Hadoop administrator

3B Staffing LLC, San Jose, CA, United States

Tasks and Responsibilities
• Hadoop administrator provides support and maintenance and its eco-systems including HDFS, Yarn, Hive, LLAP, Druid, Impala, Spark, Kafka, HBase, Cloudera Work Bench, etc.
• Accountable for storage, performance tuning and volume management of Hadoop clusters and MapReduce routines
• Deploys Hadoop cluster, add and remove nodes, keep track of jobs, monitor critical parts of the cluster, configure name-node high availability, schedule and configure it and take backups.
• Installs and configures software, installs patches, and upgrades software as needed.
• Capacity planning and implementation of new/upgraded hardware and software releases for storage infrastructure.
• Involves designing, capacity arrangement, cluster set up, performance fine-tuning, monitoring, structure planning, scaling and administration
• Communicates with other development, administrating and business teams. They include infrastructure, application, network, database, and business intelligence teams.
• Responsible for Data Lake and Data Warehousing design and development.
• Collaboration with various technical
on-technical resources such as infrastructure and application teams regarding project work, POCs (Proofs of Concept) and/or troubleshooting exercises.
• Configuring Hadoop security, specifically Kerberos integration with ability to implement.
• Creation and maintenance of job and task scheduling and administration of jobs.
• Responsible for data movement in and out of Hadoop clusters and data ingestion using Sqoop and/or Flume
• Review Hadoop environments and determine compliance with industry best practices and regulatory requirements.
• Data modeling, designing and implementation of data based on recognized standards.
• Working as a key person for Vendor escalation
• On-call rotation is required to support 24/7 environment and is also expected to be able to work outside business hours to support corporate needs.

Minimum Qualifications:
• Bachelor's degree in Information Systems, Engineering, Computer Science, or related field from an accredited university.
• Intermediate experience in a Hadoop production environment.
• Must have intermediate experience and expert knowledge with at least 4 of the following:

o Hands on experience with Hadoop administration in Linux and virtual environments.

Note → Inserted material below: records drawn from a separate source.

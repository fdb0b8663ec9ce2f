import { z } from 'zod'
import { compareBuilds, type Difference } from './compare.ts'
import type { NamedEnd } from './compareJoints.ts'
import { differenceWords, type State } from './compareWords.ts'
import type { ResolvedBuild } from './resolve.ts'

/** Where a change belongs when they are read one after the other. */
export const changeGroups = ['parts', 'bays', 'wiring', 'details', 'settings', 'models', 'accepted'] as const
export const changeMarks = ['added', 'removed', 'moved', 'changed'] as const
export type ChangeMark = (typeof changeMarks)[number]

/** One change between two states of a build: in words, and what of the sheet it concerns. */
export const toldChangeSchema = z.object({
  group: z.enum(changeGroups),
  mark: z.enum(changeMarks),
  text: z.string(),
  /** Ids of parts to light, in both states. */
  parts: z.array(z.string()),
  /** Joint of the older and of the newer state; null where that state has none. */
  joint: z.object({ before: z.string().nullable(), after: z.string().nullable() }).optional(),
})
export type ToldChange = z.infer<typeof toldChangeSchema>

/** What changed between two states of a build, each change with its words, its shape and its place on the sheet. */
export function tellChanges(
  before: ResolvedBuild,
  after: ResolvedBuild,
  finding: (key: string) => string = (key) => key,
): ToldChange[] {
  const partOf = (id: string, state: State) =>
    state === 'after' ? (after.partById.get(id) ?? before.partById.get(id)) : before.partById.get(id)
  const names = {
    model: modelNames(before, after),
    travels: (part: string) => partOf(part, 'after')?.model.kind === 'drive',
    connector: ({ part, connector }: NamedEnd, state: State) => {
      const resolved = partOf(part, state)
      if (resolved?.model.kind === 'drive' && resolved.connectors.length === 1) return null
      return resolved?.connectorById.get(connector)?.connector.label ?? connector
    },
    finding,
  }
  return compareBuilds(before.document, after.document, names).map((difference) => ({
    ...placeOf(difference),
    text: differenceWords(difference, names),
  }))
}

function modelNames(before: ResolvedBuild, after: ResolvedBuild): (id: string) => string {
  const own = new Map([...before.document.models, ...after.document.models].map(({ id, name }) => [id, name]))
  return (id) => own.get(id) ?? after.catalog.models.get(id)?.name ?? id
}

type Told = Omit<ToldChange, 'text'>

function placeOf(difference: Difference): Told {
  switch (difference.kind) {
    case 'part added':
      return { group: 'parts', mark: 'added', parts: [difference.part] }
    case 'part removed':
      return { group: 'parts', mark: 'removed', parts: [difference.part] }
    case 'part moved':
      return { group: 'bays', mark: 'moved', parts: [difference.part] }
    case 'part changed':
      return { group: difference.field === 'model' ? 'parts' : 'details', mark: 'changed', parts: [difference.part] }
    case 'figure changed':
    case 'routes changed':
    case 'pin test changed':
      return { group: 'details', mark: 'changed', parts: [difference.part] }
    case 'joint added':
      return { group: 'wiring', mark: 'added', parts: [], joint: { before: null, after: difference.joint } }
    case 'joint removed':
      return { group: 'wiring', mark: 'removed', parts: [], joint: { before: difference.joint, after: null } }
    case 'rewired':
      return {
        group: 'wiring',
        mark: 'moved',
        parts: [difference.at.part],
        joint: { before: difference.was, after: difference.joint },
      }
    case 'purchase changed':
      return { group: 'details', mark: 'changed', parts: [] }
    case 'setting changed':
    case 'build renamed':
      return { group: 'settings', mark: 'changed', parts: [] }
    case 'model added':
    case 'model removed':
    case 'model changed':
      return { group: 'models', mark: difference.kind.slice('model '.length) as ChangeMark, parts: [] }
    case 'finding accepted':
      return { group: 'accepted', mark: 'added', parts: [] }
    case 'acceptance withdrawn':
      return { group: 'accepted', mark: 'removed', parts: [] }
  }
}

o Well versed in installing & managing distributions of Hadoop (Cloudera).

o Expert knowledge and hands-on experience in Hadoop ecosystem components; including HDFS, Yarn, Hive, LLAP, Druid, Impala, Spark, Kafka, HBase, Cloudera Work Bench, etc.

o Thorough knowledge of Hadoop overall architecture.

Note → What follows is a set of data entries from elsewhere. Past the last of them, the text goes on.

import type { CatalogIndex } from '../catalog/catalog.ts'
import type { ConnectorType } from '../catalog/connectorType.ts'
import type { Model, ModelConnector } from '../catalog/model.ts'
import type { Line } from '../quantity/rails.ts'
import { lines } from '../quantity/rails.ts'
import type { BuildDocument, Joint, Part, Settings } from './document.ts'
import { applyOverrides } from './overrides.ts'
import { formatPath, type DocumentProblem } from './problems.ts'
import { mate, type Mating } from './mating.ts'

/** A part with its model, its own figures already written over the model's. */
export interface ResolvedPart {
  index: number
  part: Part
  model: Model
  connectors: readonly ResolvedConnector[]
  connectorById: ReadonlyMap<string, ResolvedConnector>
}

/** A connector of a placed part. `index` is dense over the whole build, for arrays of numbers. */
export interface ResolvedConnector {
  index: number
  part: ResolvedPart
  connector: ModelConnector
  type: ConnectorType
  /** Contacts that carry each line in this very part. */
  contacts: Readonly<Record<Line, number>>
  joints: ResolvedJoint[]
}

/** A joint with both ends found, and what it carries. Joints that do not mate carry nothing. */
export interface ResolvedJoint {
  index: number
  joint: Joint
  a: ResolvedConnector
  b: ResolvedConnector
  mating: Mating
}

/** The document with every reference followed: what rules, network, lanes and drawings read. */
export interface ResolvedBuild {
  document: BuildDocument
  settings: Settings
  catalog: CatalogIndex
  parts: readonly ResolvedPart[]
  partById: ReadonlyMap<string, ResolvedPart>
  connectors: readonly ResolvedConnector[]
  joints: readonly ResolvedJoint[]
  jointById: ReadonlyMap<string, ResolvedJoint>
  /** References that lead nowhere; what they belong to is left out of the rest. */
  problems: readonly DocumentProblem[]
}

/**
 * Follows every reference of a document. Never throws on a document that the schema accepts: what cannot be
 * followed is listed in `problems` and left out.
 */
export function resolve(document: BuildDocument, catalog: CatalogIndex): ResolvedBuild {
  const problems: DocumentProblem[] = []
  const ownModels = new Map(document.models.map((model) => [model.id, model]))
  const parts: ResolvedPart[] = []
  const partById = new Map<string, ResolvedPart>()
  const connectors: ResolvedConnector[] = []

  document.parts.forEach((part, i) => {
    const known = ownModels.get(part.model) ?? catalog.models.get(part.model)
    if (!known) {
      problems.push({ path: `parts[${i}].model`, message: `no model "${part.model}" in this document or the catalog` })
      return
    }
    const model = applyOverrides(known, part.overrides, (path, message) =>
      problems.push({ path: formatPath(['parts', i, 'overrides', path]), message }),
    )
    const resolved = resolvePart(part, model, parts.length, connectors, catalog, (message) =>
      problems.push({ path: `parts[${i}].model`, message }),
    )
    parts.push(resolved)
    partById.set(part.id, resolved)
  })

  document.parts.forEach((part, i) => checkPartReferences(part, i, partById, problems))

  const joints: ResolvedJoint[] = []
  const jointById = new Map<string, ResolvedJoint>()
  document.joints.forEach((joint, i) => {
    const a = findEnd(joint, 'a', i, partById, problems)
    const b = findEnd(joint, 'b', i, partById, problems)
    if (!a || !b) return
    if (a === b) {
      problems.push({ path: `joints[${i}].b`, message: 'a connector cannot be joined to itself' })
      return
    }
    const resolved: ResolvedJoint = { index: joints.length, joint, a, b, mating: mate(a.type, b.type) }
    joints.push(resolved)
    jointById.set(joint.id, resolved)
    a.joints.push(resolved)
    b.joints.push(resolved)
  })

  return { document, settings: document.settings, catalog, parts, partById, connectors, joints, jointById, problems }
}

function resolvePart(
  part: Part,
  model: Model,
  index: number,
  all: ResolvedConnector[],
  catalog: CatalogIndex,
  report: (message: string) => void,
): ResolvedPart {
  const own: ResolvedConnector[] = []
  const connectorById = new Map<string, ResolvedConnector>()
  const resolved: ResolvedPart = { index, part, model, connectors: own, connectorById }
  for (const connector of model.connectors) {
    const type = catalog.connectorTypes.get(connector.type)
    if (!type) {
      report(`model "${model.id}" uses connector type "${connector.type}", which the catalog does not have`)
      continue
    }
    const made: ResolvedConnector = {
      index: all.length,
      part: resolved,
      connector,
      type,
      contacts: contactsOf(connector, type),
      joints: [],
    }
    all.push(made)
    own.push(made)
    connectorById.set(connector.id, made)
  }
  return resolved
}

function contactsOf(connector: ModelConnector, type: ConnectorType): Record<Line, number> {
  const counts: Record<Line, number> = { '12V': 0, '5V': 0, '3.3V': 0, return: 0 }
  for (const line of lines) counts[line] = connector.contacts?.[line] ?? type.power?.contacts[line] ?? 0
  return counts
}

function checkPartReferences(
  part: Part,
  i: number,
  partById: ReadonlyMap<string, ResolvedPart>,
  problems: DocumentProblem[],
): void {
  if (part.bay) {
    const holder = partById.get(part.bay.case)
    if (!holder) problems.push({ path: `parts[${i}].bay.case`, message: `no part "${part.bay.case}" in this document` })
    else if (!holder.model.bays.some((bay) => bay.slot === part.bay?.slot))
      problems.push({ path: `parts[${i}].bay.slot`, message: `${holder.part.ref} has no bay ${part.bay.slot}` })
  }
  for (const id of Object.keys(part.routes_mm ?? {}))
    if (partById.get(part.id)?.connectorById.has(id) === false)
      problems.push({
        path: formatPath(['parts', i, 'routes_mm', id]),
        message: `${part.ref} has no connector "${id}"`,
      })
}

function findEnd(
  joint: Joint,
  end: 'a' | 'b',
  i: number,
  partById: ReadonlyMap<string, ResolvedPart>,
  problems: DocumentProblem[],
): ResolvedConnector | undefined {
  const { part: partId, connector: connectorId } = joint[end]
  const part = partById.get(partId)
  if (!part) {
    problems.push({ path: `joints[${i}].${end}.part`, message: `no part "${partId}" in this document` })
    return undefined
  }
  const connector = part.connectorById.get(connectorId)
  if (!connector)
    problems.push({
      path: `joints[${i}].${end}.connector`,
      message: `${part.part.ref} (${part.model.id}) has no connector "${connectorId}"; it has ${part.connectors.map((c) => c.connector.id).join(', ') || 'none'}`,
    })
  return connector
}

o Experience using and troubleshooting Open Source technologies including configuration management and deployment.

o Data Lake and Data Warehousing design and development.

o Experience reviewing existing DB and Hadoop infrastructure and determine areas of improvement.

o Implementing software lifecycle methodology to ensure supported release and roadmap adherence.

o Configuring high availability of name-nodes.

o Scheduling and taking backups for Hadoop ecosystem.

o Data movement in and out of Hadoop clusters.

o Good hands-on scripting experience in a Linux environment.

o Experience in project management concepts, tools (MS Project) and techniques.

o A record of working effectively with application and infrastructure teams.
• Strong ability to organize information, manage tasks and use available tools to effectively contribute to a team and the organization.